Thursday

Edward D. Wood, Jr.:"Plan 9 from Outer Space" (1956)

Plan 9 From Outer Space has been unjustly deemed the worst movie of all time. It's true that cardboard gravestones are knocked over, that scenes change from day to night at a moment's notice, and that half of Bela Lugosi's scenes are shot with a taller stand-in who has trouble keeping his vampire's cape on his shoulders. But technical gaffes like these are shared by a number of low-budget sci-fi films with plots that equal the absurdity of this epic's tale of extraterrestrial grave robbers. What distinguishes Plan 9 from less interesting failures is the bizarre but sincerely overwrought screenplay from now-famous director Edward D. Wood Jr. As in his other works (such as the autobiographical Glen Or Glenda? and Bride of the Monster), Wood's words expressed far more of his interior obsessions, beliefs, and philosophies than any other hack churning out similar kiddie spook shows. It's clumsy poetry to be sure, but Wood loved the movies and tried to speak through them. An alien invader's soliloquy on the stupidity of modern man comes off like a strange man on the bus, demanding to tell you what's wrong with the world.
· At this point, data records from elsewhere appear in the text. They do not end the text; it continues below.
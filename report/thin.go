package report

import (
	"math"
	"math/cmplx"
	"slices"
)

// Thin chooses up to n points of a sweep to be drawn, n at least 4: the ends,
// the largest residual of magnitude and of phase, so that no fault is hidden,
// and between them points at equal steps of a measure that grows with ln f and
// with the way that ln Z goes, so that a narrow resonance keeps its points. The
// indices rise.
func Thin(t *Traces, n int) []int {
	last := len(t.Freq) - 1
	if last < n {
		all := make([]int, last+1)
		for i := range all {
			all[i] = i
		}
		return all
	}
	reach := make([]float64, last+1)
	wayF, wayZ := math.Log(t.Freq[last]/t.Freq[0]), 0.0
	for i := 1; i <= last; i++ {
		// Of the model: noise goes a long way.
		reach[i] = cmplx.Abs(cmplx.Log(t.Model[i] / t.Model[i-1]))
		wayZ += reach[i]
	}
	for i := 1; i <= last; i++ {
		step := math.Log(t.Freq[i]/t.Freq[i-1]) / wayF
		if wayZ > 0 {
			step += reach[i] / wayZ
		}
		reach[i] = reach[i-1] + step
	}
	worstZ, worstP := 0, 0
	for i, r := range t.Residual {
		if math.Abs(real(r)) > math.Abs(real(t.Residual[worstZ])) {
			worstZ = i
		}
		if math.Abs(imag(r)) > math.Abs(imag(t.Residual[worstP])) {
			worstP = i
		}
	}
	pick := []int{0, last, worstZ, worstP}
	for k := 1; k < n-3; k++ {
		i, _ := slices.BinarySearch(reach, reach[last]*float64(k)/float64(n-3))
		pick = append(pick, min(i, last))
	}
	slices.Sort(pick)
	return slices.Compact(pick)
}
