// Every pair gives back any passive impedance, capacitive or inductive.
func TestPairs(t *testing.T) {
	for _, p := range pairColumns {
		rapid.Check(t, func(t *rapid.T) {
			var b strings.Builder
			b.WriteString("Frequency (Hz)," + p.header + "\n")
			var want []complex128
			f := 100.0
			for range 5 {
				x := math.Pow(10, rapid.Float64Range(-3, 6).Draw(t, "log |X|"))
				if rapid.Bool().Draw(t, "capacitive") {
					x = -x
				}
				z := complex(math.Abs(x)*math.Pow(10, rapid.Float64Range(-4, 2).Draw(t, "log D")), x)
				a, c := p.of(2*math.Pi*f, z)
				fmt.Fprintf(&b, "%g,%.17g,%.17g\n", f, a, c)
				want = append(want, z)
				f *= 10
			}
			s, err := Read("a.csv", strings.NewReader(b.String()), nil)
			if errors.Is(err, ErrAmbiguous) && strings.Contains(err.Error(), "values that look like") {
				t.Skip("random impedances follow no law and may by chance contradict the stated unit")
			}
			if err != nil {
				t.Fatalf("%s: %v\n%s", p.header, err, b.String())
			}
			for i := range want {
				// Going through D = 1e-4 or 100 costs digits of the smaller part, in R
				// or X, not in Z.
				if !near(s[0].Z[i], want[i], 1e-10) {
					t.Fatalf("%s: Z = %v, want %v", p.header, s[0].Z[i], want[i])
				}
			}
		})
	}
}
Most of Wood's films have this strangely direct feel to them, but Plan 9 From Outer Space is definitely the tightest synthesis of the man's personal idiosyncrasies and his deep desire to tell a story that everyone would love. As a result, it's proven itself to be immensely popular, a rare combination of accessibility and outsider vision that unfortunately never paid off within Edward D. Wood Jr.'s lifetime.